In [54]:
import os
import re
import numpy as np
import pandas as pd
from tqdm import tqdm_notebook as tqdm

## Game of Thrones meets Flair

In [2]:
with open("GoT_script.txt", 'r') as f:
    script = f.read()

In [3]:
script[:1000]

'[First scene opens with three Rangers riding through a tunnel, leaving the Wall, and going into the woods. (Eerie music in background) One Ranger splits off and finds a campsite full of mutilated bodies, including a child hanging from a tree branch. A birds-eye view shows the bodies arranged in a shield-like pattern.

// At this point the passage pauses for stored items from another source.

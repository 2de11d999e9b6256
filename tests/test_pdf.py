"""The reviewer's PDF, read back by pypdf: marks, values, comments, attachment, tags, the same bytes, hostile text.

Rules of the format are those of ISO 32000-1 (PDF 1.7), ISO 19005-3 (PDF/A-3) and ISO 14289-1 (PDF/UA-1), cited from memory.
"""

from __future__ import annotations

import os
import re
import subprocess
import sys
from collections.abc import Iterator
from dataclasses import dataclass
from io import BytesIO
from itertools import pairwise
from pathlib import Path

import pytest
from annotate_fixture import EXAMPLE, HOSTILE, example, hostile, report_of, said
from pypdf import PageObject, PdfReader
from pypdf.generic import DictionaryObject, IndirectObject

from calccheck.annotate.marks import MARKS
from calccheck.annotate.record import LIMITS, comment_text, entries
from calccheck.annotate.record_parts import SIGNATORIES
from calccheck.annotate.to_pdf import to_pdf
from calccheck.model import Report

MM = 72 / 25.4


@dataclass(frozen=True, slots=True)
class Word:
    """A piece of text with the place of its baseline, points from the page's lower left corner."""

    x: float
    y: float
    text: str


def words(page: PageObject) -> list[Word]:
    found: list[Word] = []

    def visit(text: str, cm: list[float], tm: list[float], _font: object, _size: float) -> None:
        x = tm[4] * cm[0] + tm[5] * cm[2] + cm[4]
        y = tm[4] * cm[1] + tm[5] * cm[3] + cm[5]
        if text.strip():
            found.append(Word(x, y, text.strip()))

    page.extract_text(visitor_text=visit)
    return found


def read(report: Report, number: int = 1, of: int = 1) -> PdfReader:
    return PdfReader(BytesIO(to_pdf(report, number, of)), strict=True)


def text_of(reader: PdfReader) -> str:
    return "\n".join(page.extract_text() for page in reader.pages)


def flat(text: str) -> str:
    """Without white space: where a line breaks, and what pypdf takes for a space, is not the sheet's doing."""
    return re.sub(r"\s", "", text)


def annotations(reader: PdfReader, subtype: str) -> Iterator[tuple[PageObject, IndirectObject, DictionaryObject]]:
    for page in reader.pages:
        for reference in page.get("/Annots", []):
            if reference.get_object()["/Subtype"] == subtype:
                yield page, reference, reference.get_object()


@pytest.fixture(scope="module")
def pdf() -> PdfReader:
    return read(example(), 2, 3)


@pytest.fixture(scope="module")
def nasty() -> PdfReader:
    return read(hostile())


# --- what stands on the paper ---------------------------------------------------------------------------------------


def test_every_mark_stands_with_sign_word_and_number_behind_its_claim(pdf):
    shown = flat(text_of(pdf))
    for entry in entries(example()):
        assert flat(f"{MARKS[entry.kind].label}{entry.number}") in shown
    for claim in (
        "V_b = 3 V✓ agrees1",
        "I_R1 = 1.50 A✗ differs2",
        "3.0 V ≈ rounded5",
        "8.8 V ◇ accepted6",
        "3.3 V? unchecked7",
    ):
        assert flat(claim) in shown


def test_the_record_gives_printed_recomputed_deviation_and_why(pdf):
    shown = flat(text_of(pdf))
    row = "I_R1=1.50AI_R1isnotwhatthecircuitgives.ThenumberfollowsifR2isleftout.1.50A1A+50%circuit"
    assert row in shown
    assert "7W6W+16.7%circuit" in shown
    assert "givenVmin=2.5Vstatedinthissheet" in shown
    assert "3.1×10⁻¹⁶" in shown


def test_the_limits_of_the_check_and_the_boxes_to_sign(pdf):
    shown = flat(text_of(pdf))
    opening, points, closing = LIMITS
    for sentence in (opening, *points, closing, *SIGNATORIES):
        assert flat(sentence) in shown
    assert shown.count("Signature") >= len(SIGNATORIES)


def test_title_block_on_every_page(pdf):
    for k, page in enumerate(pdf.pages, 1):
        shown = flat(page.extract_text())
        for piece in ("EX-7", "Two resistors in series", "2026-03-04", "sheet 2 of 3", f"PAGE{k} of {len(pdf.pages)}"):
            assert flat(piece) in shown


def test_front_matter_that_has_no_place_in_the_title_block_stands_in_the_summary(pdf):
    assert flat("hazard Hot surfaces") in flat(pdf.pages[0].extract_text())


def test_the_summary_names_the_worst_first(pdf):
    front = flat(pdf.pages[0].extract_text())
    front = front[front.index("Worstfirst") :]
    order = ["differs2", "differs4", "unchecked7", "errorF2", "cautionF1", "accepted6"]
    assert sorted(order, key=front.index) == order


def test_the_sheets_own_words_all_stand(pdf):
    shown = flat(text_of(pdf))
    for line in (
        "Divider & its powers",
        "Some plain words before",
        "# supply",
        "a to b",
        "second item, where",
        "The end.",
    ):
        assert flat(line) in shown


# --- comments -------------------------------------------------------------------------------------------------------


def test_a_comment_on_each_claim_to_be_mended_and_on_no_other(pdf):
    found = {a["/NM"]: a for _, _, a in annotations(pdf, "/Highlight")}
    wanted = {e.key: e for e in entries(example()) if e.kind in ("differs", "unchecked", "error")}
    assert set(found) == set(wanted) == {"c2", "c4", "c7", "f2"}
    for key, annotation in found.items():
        assert annotation["/Contents"] == comment_text(wanted[key])
        assert annotation["/Subj"] == MARKS[wanted[key].kind].word
        assert wanted[key].message in annotation["/Contents"]
        assert annotation["/F"] == 4  # prints (ISO 19005-3, 6.3.2)
        assert annotation["/AP"]["/N"].get_object()["/Subtype"] == "/Form"


def test_comments_lie_on_their_words_inside_the_page(pdf):
    commented = {"c2": "1.50 A", "c7": "V_b is 3.3 V", "f2": "R2: 3"}
    for page, _, a in annotations(pdf, "/Highlight"):
        x0, y0, x1, y1 = (float(v) for v in a["/Rect"])
        assert 0 <= x0 < x1 <= float(page.mediabox.width)
        assert 0 <= y0 < y1 <= float(page.mediabox.height)
        quads = [float(v) for v in a["/QuadPoints"]]
        assert len(quads) % 8 == 0
        assert all(x0 - 0.01 <= x <= x1 + 0.01 for x in quads[::2])
        assert all(y0 - 0.01 <= y <= y1 + 0.01 for y in quads[1::2])
        if a["/NM"] in commented:
            inside = [w.text for w in words(page) if x0 - 1 <= w.x <= x1 and y0 <= w.y <= y1]
            assert flat(commented[a["/NM"]]) in flat("".join(inside))


def test_no_comment_where_all_is_well():
    text = EXAMPLE.replace("8.8 V", "9.0 V")
    reader = read(report_of(text, said(text, "V_b = 3 V", "agrees", place="code", basis="circuit")))
    assert not list(annotations(reader, "/Highlight"))
    assert "All1claimsstand" in flat(text_of(reader))


def test_no_link_to_a_comment_is_left_over(pdf):
    assert not [a for _, _, a in annotations(pdf, "/Link") if str(a.get("/A", {}).get("/URI", "")).startswith("annot")]


def test_every_mark_leads_to_the_record_and_back(pdf):
    record = next(k for k, page in enumerate(pdf.pages) if "Checkrecord" in flat(page.extract_text()))
    there, back = 0, 0
    for page, _, link in annotations(pdf, "/Link"):
        target = link["/Dest"]
        to = pdf.get_page_number(target[0].get_object())
        there += page.page_number < record <= to
        back += page.page_number >= record > to
    placed = len(entries(example()))
    assert there == placed
    assert back == placed


# --- the file -------------------------------------------------------------------------------------------------------


def test_the_sheet_is_attached_byte_for_byte(pdf, nasty):
    assert pdf.attachments["TS-101.md"] == [EXAMPLE.encode()]
    (name,) = nasty.attachments
    assert re.fullmatch(r"[\w.-]+\.md", name)
    assert nasty.attachments[name] == [HOSTILE.encode()]


def test_line_ends_of_the_attachment_are_kept():
    text = '# Head\r\n\r\nText\rand \\ "more"\r\n'
    assert read(report_of(text)).attachments["TS-101.md"] == [text.encode()]


def test_archivable_and_tagged_after_the_comments_are_in(pdf):
    root = pdf.trailer["/Root"]
    meta = root["/Metadata"].get_object().get_data().decode()
    assert "<pdfaid:part>3</pdfaid:part>" in meta
    assert "<pdfaid:conformance>A</pdfaid:conformance>" in meta
    assert "<pdfuaid:part>1</pdfuaid:part>" in meta
    assert root["/MarkInfo"]["/Marked"]
    assert root["/Lang"] == "en"
    assert root["/OutputIntents"]
    assert pdf.trailer["/ID"][0]
    assert "2026-03-04" in meta
    assert pdf.pdf_header == "%PDF-1.7"
    assert f"{pdf.metadata.creation_date:%Y-%m-%d}" == f"{pdf.metadata.modification_date:%Y-%m-%d}" == "2026-03-04"


def test_every_comment_has_its_place_in_the_tagged_text(pdf):
    """ISO 14289-1, 7.18.1: annotations are enclosed in an Annot tag (ISO 32000-1, 14.7.4.4 for the way there)."""
    numbers = pdf.trailer["/Root"]["/StructTreeRoot"]["/ParentTree"]["/Nums"]
    parents = {int(numbers[k]): numbers[k + 1].get_object() for k in range(0, len(numbers), 2)}
    seen = 0
    for page, reference, annotation in annotations(pdf, "/Highlight"):
        element = parents[annotation["/StructParent"]]
        assert element["/S"] == "/Annot"
        children = element["/K"] if isinstance(element["/K"], list) else [element["/K"]]
        objects = [k.get_object() for k in children if isinstance(k.get_object(), DictionaryObject)]
        assert reference.idnum in [o.raw_get("/Obj").idnum for o in objects if o.get("/Type") == "/OBJR"]
        assert page["/Tabs"] == "/S"
        seen += 1
    assert seen == 4


def test_same_sheet_same_bytes_here_and_in_another_process_and_folder(tmp_path):
    here = to_pdf(example(), 1, 2)
    assert to_pdf(example(), 1, 2) == here
    code = (
        "import sys; sys.path.insert(0, sys.argv[1]); from annotate_fixture import example; "
        "from calccheck.annotate.to_pdf import to_pdf; sys.stdout.buffer.write(to_pdf(example(), 1, 2))"
    )
    environment = {**os.environ, "PYTHONHASHSEED": "7", "TZ": "Asia/Tokyo", "TMPDIR": str(tmp_path)}
    ran = subprocess.run(
        [sys.executable, "-c", code, str(Path(__file__).parent)],
        cwd=tmp_path, env=environment, capture_output=True, check=True,
    )  # fmt: skip
    assert ran.stdout == here


def test_a_sheet_without_a_date_bears_none_of_its_own(nasty):
    assert nasty.metadata.creation_date.year == 1970


# --- hostile text ---------------------------------------------------------------------------------------------------
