@pytest.mark.parametrize(
    ("line", "kind", "value", "stated"),
    [
        ("R1: 4.7 kΩ, a to b", "resistor", "4700", (4700, OHM)),
        ("R1: 4.7 k\u2126, a to b", "resistor", "4700", (4700, OHM)),
        ("R1: 4.7kohm, a to b", "resistor", "4700", (4700, OHM)),
        ("R1: 2.2 mS, a to b", "resistor", "5000/11", (Fraction(22, 10000), SIEMENS)),
        ("R1: 4k7, a to b", "resistor", "4700", (4700, OHM)),
        ("R1: 4K7 ±1 %, a to b", "resistor", "4700", (4700, OHM)),
        ("R1: R47, a to b", "resistor", "0.47", (Fraction("0.47"), OHM)),
        ("R1: 0 Ω, a to b", "resistor", "0", (0, OHM)),
        ("R1: 1\u202f000 Ω, a to b", "resistor", "1000", (1000, OHM)),
        ("R1: 1/3 kΩ * 2, a to b", "resistor", "1500", (Fraction(2, 3000), SIEMENS)),  # 1/(3 kΩ): the literal binds tightest
        ("V1: −12.6 V, a to b", "voltage source", "-12.6", (Fraction("-12.6"), VOLT)),
        ("I1: 3.2 mA, a to b", "current source", "0.0032", (Fraction("0.0032"), AMPERE)),
        ("C1: 100 nF, a to b", "capacitor", "1e-7", (Fraction("1e-7"), FARAD)),
        ("C1: 4n7, a to b", "capacitor", "4.7e-9", (Fraction("4.7e-9"), FARAD)),
        ("C1: 10 µF, a to b", "capacitor", "1e-5", (Fraction("1e-5"), FARAD)),
        ("C1: 10 μF, a to b", "capacitor", "1e-5", (Fraction("1e-5"), FARAD)),
        ("L1: 4.7 mH, a to b", "inductor", "0.0047", (Fraction("0.0047"), (1, -1, 1, 0, 0))),
        ("W1: 0.5 Ω/km * 3 km, a to b", "resistor", "1.5", (Fraction("1.5"), OHM)),
        ("W1: 0.0178 Ω·mm²/m * 20 m / (2.5 mm²), a to b", "resistor", "0.1424", (Fraction("0.1424"), OHM)),
        ("R1: (3/16) kΩ, a to b", "resistor", "187.5", (Fraction("187.5"), OHM)),
    ],
)  # fmt: skip
def test_kind_and_value(line: str, kind: str, value: str, stated: tuple[Fraction, Dimension]) -> None:
    element = part(line)
    assert (element.kind, element.value) == (kind, Fraction(value))
    assert element.stated == Amount(*stated)


@pytest.mark.parametrize(("word", "kind"), [("short", "short"), ("open", "open")])
def test_links_and_gaps(word: str, kind: str) -> None:
    element = part(f"X1: {word}, a to b")
    assert (element.kind, element.value, element.plus, element.minus) == (kind, None, "a", "b")


def test_a_conductance_of_zero_is_a_gap() -> None:
    assert (part("G1: 0 S, a to b").kind, part("G1: 0 S, a to b").stated) == ("open", Amount(Fraction(0), SIEMENS))


def test_values_from_givens() -> None:
    strain = part("Rg: 350 Ω * (1 + GF*strain), a to b", GF=Amount(Fraction(2)), strain=Amount(Fraction("0.001")))
    assert (strain.value, strain.written) == (Fraction("350.7"), "350 Ω * (1 + GF*strain)")
    assert part("R1: R Ω, a to b", R=Amount(Fraction(10))).value == 10
    assert part("R1: 2*R, a to b", R=Amount(Fraction(10), OHM)).value == 20
    assert part("R1: π * 2 Ω, a to b").value == Fraction(math.pi) * 2
    _, result = reading("R1: R Ω, a to gnd", {"R": Amount(Fraction(10), OHM)})
    assert ["the value has a unit already; leave out Ω" in f.message for f in result.findings] == [True]
    assert part("V1: V_ref, a to b", V_ref=Amount(Fraction(5), VOLT)).value == 5
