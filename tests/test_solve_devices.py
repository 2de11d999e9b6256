"""Op-amps, transformers, transistors and diodes: published examples, other formulations, missing feedback, assumed states."""

from __future__ import annotations

import math
from dataclasses import replace
from fractions import Fraction

import numpy as np
import pytest
import sympy
from circuits import ac, circuit, diode, op_amp, part, transformer, transistor
from hypothesis import given, settings
from hypothesis import strategies as st

from calccheck.model import Device
from calccheck.rules import RULES
from calccheck.solve import Unsolvable, solve, solve_batch, state, state_faults, total


def refused(*parts, hertz=None, reference="com"):
    with pytest.raises(Unsolvable) as caught:
        solve(circuit(*parts, reference=reference), hertz)
    return caught.value.findings


# --- op-amps: published ---------------------------------------------------------------------------------------------

# Khalid Khan Yousafzai, Circuit Analysis (open textbook), op-amps: examples and exercises; T. R. Kuphaldt et al., Lessons in
# Electric Circuits, vol. III, ch. 8, divided feedback. All printed as whole numbers or fractions.
OP_AMPS = {
    "Kuphaldt: non-inverting, gain of 2": (
        [part("V", "VS", "p", "g", 6), part("R", "R1", "n", "g", 1000), part("R", "R2", "o", "n", 1000), op_amp("U", "p", "n", "o")],
        {"o": 12, "n": 6}, {"R1": Fraction(6, 1000)},
    ),
    "Yousafzai: two direct inputs": (
        [part("V", "VP", "p", "g", 5), part("V", "VN", "s", "g", 2), part("R", "R1", "s", "n", 2000), part("R", "R2", "n", "o", 8000),
         op_amp("U", "p", "n", "o")],
        {"o": 17}, {},
    ),
    "Yousafzai: inverting, a resistor at the virtual ground and a load": (
        [part("V", "VS", "s", "g", "0.4"), part("R", "R1", "s", "n", 12000), part("R", "R2", "n", "o", 82000), part("R", "R3", "n", "g", 10000),
         part("R", "RL", "o", "g", 5000), op_amp("U", "g", "n", "o")],
        {"o": Fraction(-41, 6) * Fraction(2, 5)}, {"RL": Fraction(-41, 75000)},
    ),
    "Yousafzai: transimpedance": (
        [part("I", "IS", "g", "n", "0.002"), part("R", "Rf", "n", "o", 4000), part("R", "RL", "o", "g", 80), op_amp("U", "g", "n", "o")],
        {"o": -8}, {"RL": Fraction(-1, 10)},
    ),
    "Yousafzai: attenuator, then non-inverting": (
        [part("V", "VS", "s", "g", 1), part("R", "Ra", "s", "p", 40000), part("R", "Rb", "p", "g", 10000), part("R", "R1", "n", "g", 2000),
         part("R", "R2", "n", "o", 48000), op_amp("U", "p", "n", "o")],
        {"o": 5}, {},
    ),
    "Kuphaldt: instrumentation amplifier, 1 + 2R/R_gain for R = 1 kΩ and 100 Ω": (
        [part("V", "V1", "i1", "g", 0), part("V", "V2", "i2", "g", "0.001"), op_amp("U1", "i1", "p1", "p3"), op_amp("U2", "i2", "p2", "p4"),
         part("R", "Ra", "p3", "p1", 1000), part("R", "Rg", "p1", "p2", 100), part("R", "Rb", "p2", "p4", 1000), part("R", "Rc", "p3", "n", 1000),
         part("R", "Rd", "n", "o", 1000), part("R", "Re", "p4", "q", 1000), part("R", "Rf", "q", "g", 1000), op_amp("U3", "q", "n", "o")],
        {"o": Fraction(21, 1000)}, {},
    ),
}  # fmt: skip


@pytest.mark.parametrize("name", OP_AMPS)
def test_printed_op_amp_stages(name):
    parts, potentials, currents = OP_AMPS[name]
    solution = solve(circuit(*parts, reference="g"))
    at = total(solution)
    assert {n: at.potentials[n] for n in potentials} == potentials
    assert {n: at.currents[n] for n in currents} == currents
    assert solution.gap < 1e-12 and solution.residual < 1e-12 and solution.balance < 1e-12


def test_superposition_of_two_inputs():
    """The same two-input example: 5 V alone gives 25 V, 2 V alone −8 V (the book's gains, 1 + 8/2 and −8/2)."""
    solution = solve(circuit(*OP_AMPS["Yousafzai: two direct inputs"][0], reference="g"))
    assert {n: s.potentials["o"] for n, s in solution.parts.items()} == {"VP": 25, "VN": -8}
    assert state(solution, ["VN"]).potentials["o"] == -8
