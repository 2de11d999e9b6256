"""A PDF read back by pypdf: its text, where each piece of it stands, its annotations."""

from __future__ import annotations

import re
from collections.abc import Iterator
from dataclasses import dataclass
from io import BytesIO

from pypdf import PageObject, PdfReader
from pypdf.generic import DictionaryObject, IndirectObject

from calccheck.annotate.to_pdf import to_pdf
from calccheck.model import Report

MM = 72 / 25.4


@dataclass(frozen=True, slots=True)
class Word:
    """A piece of text with the place of its baseline, points from the page's lower left corner."""

    x: float
    y: float
    text: str


def words(page: PageObject) -> list[Word]:
    found: list[Word] = []

    def visit(text: str, cm: list[float], tm: list[float], _font: object, _size: float) -> None:
        x = tm[4] * cm[0] + tm[5] * cm[2] + cm[4]
        y = tm[4] * cm[1] + tm[5] * cm[3] + cm[5]
        if text.strip():
            found.append(Word(x, y, text.strip()))

    page.extract_text(visitor_text=visit)
    return found


def read(report: Report, number: int = 1, of: int = 1) -> PdfReader:
    return PdfReader(BytesIO(to_pdf(report, number, of)), strict=True)


def text_of(reader: PdfReader) -> str:
    return "\n".join(page.extract_text() for page in reader.pages)


def flat(text: str) -> str:
    """Without white space: where a line breaks, and what pypdf takes for a space, is not the sheet's doing."""
    return re.sub(r"\s", "", text)


def annotations(reader: PdfReader, subtype: str) -> Iterator[tuple[PageObject, IndirectObject, DictionaryObject]]:
    for page in reader.pages:
        for reference in page.get("/Annots", []):
            if reference.get_object()["/Subtype"] == subtype:
                yield page, reference, reference.get_object()
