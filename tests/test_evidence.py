"""Published worked examples, written as calc sheets: the verdicts are held against those worked out from the print.

Every sheet in ``tests/evidence`` names its published source and ends in its expectation, for example

    <!-- expect: 12 agrees; 1 rounded at 24; 2 differs at 31 32; 3 given -->

that is the number of claims by verdict and, for every verdict but ``agrees`` and ``given``, the line of each. The figures
stand as published; the verdicts follow from them and from the recomputed values by the rule of rounding, not from the program.
"""

from __future__ import annotations

import re
from collections import Counter
from pathlib import Path

import pytest
import yaml

from calccheck import check_text

FOLDER = Path(__file__).parent / "evidence"
SHEETS = sorted(FOLDER.glob("*.md"))
DOCS = Path(__file__).parent.parent / "docs" / "evidence.md"
EXPECTATION = re.compile(r"<!-- expect: (.+) -->\n\Z")
ITEM = re.compile(r"(\d+) (agrees|rounded|differs|unchecked|accepted|given)(?: at (\d+(?: \d+)*))?")
WITHOUT_LINES = ("agrees", "given")

each_sheet = pytest.mark.parametrize("path", SHEETS, ids=lambda p: p.stem)


def read(path: Path) -> str:
    return path.read_text(encoding="utf-8")


def expectation(text: str) -> tuple[Counter[str], dict[str, list[int]]]:
    """Number of claims by verdict and the lines of those that do not simply agree."""
    found = EXPECTATION.search(text)
    assert found, "no expectation in the last line"
    items = [ITEM.fullmatch(item) for item in found[1].split("; ")]
    assert all(items), f"expectation not understood: {found[1]}"
    counts = Counter({m[2]: int(m[1]) for m in items if m})
    lines = {m[2]: [int(n) for n in m[3].split()] for m in items if m and m[3]}
    return counts, lines


def front_matter(text: str) -> dict[str, str]:
    return yaml.safe_load(text.split("---\n")[1])


def line(report, judged) -> int:
    return report.reading.sheet.line_column(judged.claim.span.start)[0]


def told(report) -> str:
    """The claims that do not agree, for the message of a failed test."""
    rest = [j for j in report.claims if j.verdict not in WITHOUT_LINES]
    words = [f"{line(report, j)}: {j.claim.text}: {j.verdict}: {j.message}" for j in rest]
    return "\n".join(words + [f"finding: {f.message}" for f in report.findings])


@each_sheet
def test_verdicts_are_those_of_the_published_figures(path: Path) -> None:
    text = read(path)
    counts, lines = expectation(text)
    report = check_text(path.name, text)
    got = Counter(j.verdict for j in report.claims)
    got_lines: dict[str, list[int]] = {}
    for judged in report.claims:
        if judged.verdict not in WITHOUT_LINES:
            got_lines.setdefault(judged.verdict, []).append(line(report, judged))
    assert (got, got_lines) == (counts, lines), told(report)


@each_sheet
def test_a_changed_figure_is_found(path: Path) -> None:
    """One digit of one agreeing figure changed, far beyond the printed rounding: that claim differs."""
    text = read(path)
    report = check_text(path.name, text)
    agreeing = [j.claim.span for j in report.claims if j.verdict == "agrees"]
    assert agreeing
    for span in agreeing:
        changed = text[: span.start] + with_other_figure(text[span.start : span.end]) + text[span.end :]
        again = check_text(path.name, changed)
        verdict = next(j.verdict for j in again.claims if j.claim.span.start == span.start)
        assert verdict == "differs", (text[span.start : span.end], changed[span.start : span.end])


def with_other_figure(claim: str) -> str:
    """The leading digit of the last number made one larger, or 8 where it is 9; a formula without one is doubled."""
    code = claim.split("#")[0].rstrip()
    number = list(re.finditer(r"(?<![\w.′^])(?<!_\{)\d[\d.]*", code))[-1:]
    if not number:
        start, end = code.rindex("=") + 1, len(code.rstrip("$\n"))
        return f"{code[:start]} 2 ({code[start:end]}){code[end:]}"
    number = number[0]
    at = number.start() + re.search("[1-9]", number[0]).start()
    return claim[:at] + ("8" if claim[at] == "9" else str(int(claim[at]) + 1)) + claim[at + 1 :]


@each_sheet
def test_every_sheet_names_its_source_and_states_its_expectation(path: Path) -> None:
    text = read(path)
    counts, lines = expectation(text)
    title = front_matter(text)
    assert title["sheet"] == path.stem
    assert len(title["source"]) > 10
    assert re.search(r"[Rr]ead at the source|second hand|read from", text), "who read the figures is not said"
    assert sum(counts.values()) > 0
    for verdict, number in counts.items():
        if verdict not in WITHOUT_LINES:
            assert len(lines.get(verdict, [])) == number, f"a line for every claim that is {verdict}"


def test_there_are_enough_published_sheets() -> None:
    assert len({front_matter(read(path))["sheet"] for path in SHEETS}) >= 25
    wrong = [path.stem for path in SHEETS if expectation(read(path))[0]["differs"]]
    assert len(wrong) >= 5, "published figures that are themselves wrong"


def test_the_page_of_evidence_lists_every_sheet_as_it_is() -> None:
    rows = [[cell.strip() for cell in row.split("|")[1:-1]] for row in read(DOCS).splitlines() if row.startswith("| [")]
    listed = {row[0].split("]")[0].lstrip("["): (row[1], row[3], row[4]) for row in rows}
    expected = {}
    for path in SHEETS:
        text = read(path)
        counts, _ = expectation(text)
        values = sum(n for verdict, n in counts.items() if verdict != "given")
        expected[path.stem] = (front_matter(text)["subject"], str(values), EXPECTATION.search(text)[1])
    assert listed == expected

The Ranger rides back to the other two.]\n\nWAYMAR ROYCE: What dyou expect? Theyre savages. One lot steals a goat from another lot and before you know it, theyre ripping each other to pieces.\n\nWILL: Ive never seen wildlings do a thing like this. Ive never seen a thing like this, not ever in my life.\n\nWAYMAR ROYCE: How close did you get?\n\nWILL: Close as any man would.\n\nGARED: We should head back to the wall.\n\nROYCE: Do the dead frighten you?\n\nGARED: Our orders were to track the wildlings. We tracked them. They wont trouble us no more.\n\nROYCE: You dont think hell ask us how they died? Get back on your horse.\n\n[GARED grumbles.]\n\nWILL: Whatever did it to the

In [4]:
def clean_script(script):
    script = script.split('\n')
    #get rid of [scene setters], (parentheticals), and worthless characters talking like 'MAN #2'
    script = [line for line in script if re.match('^[A-Z\s]+\:', line)!=None]
    return script

In [5]:
script = clean_script(script)

In [6]:
script[:5]

['WAYMAR ROYCE: What dyou expect? Theyre savages. One lot steals a goat from another lot and before you know it, theyre ripping each other to pieces.',
 'WILL: Ive never seen wildlings do a thing like this. Ive never seen a thing like this, not ever in my life.',
 'WAYMAR ROYCE: How close did you get?',
 'WILL: Close as any man would.',
 'GARED: We should head back to the wall.']

In [7]:
print('# of lines in script: ', len(script))
print('# of words in corpus: ', len(" ".join([line.split(':')[1] for line in script]).split()))
print('# of unique characters: ', len(list(set([line.split(':')[0] for line in script]))))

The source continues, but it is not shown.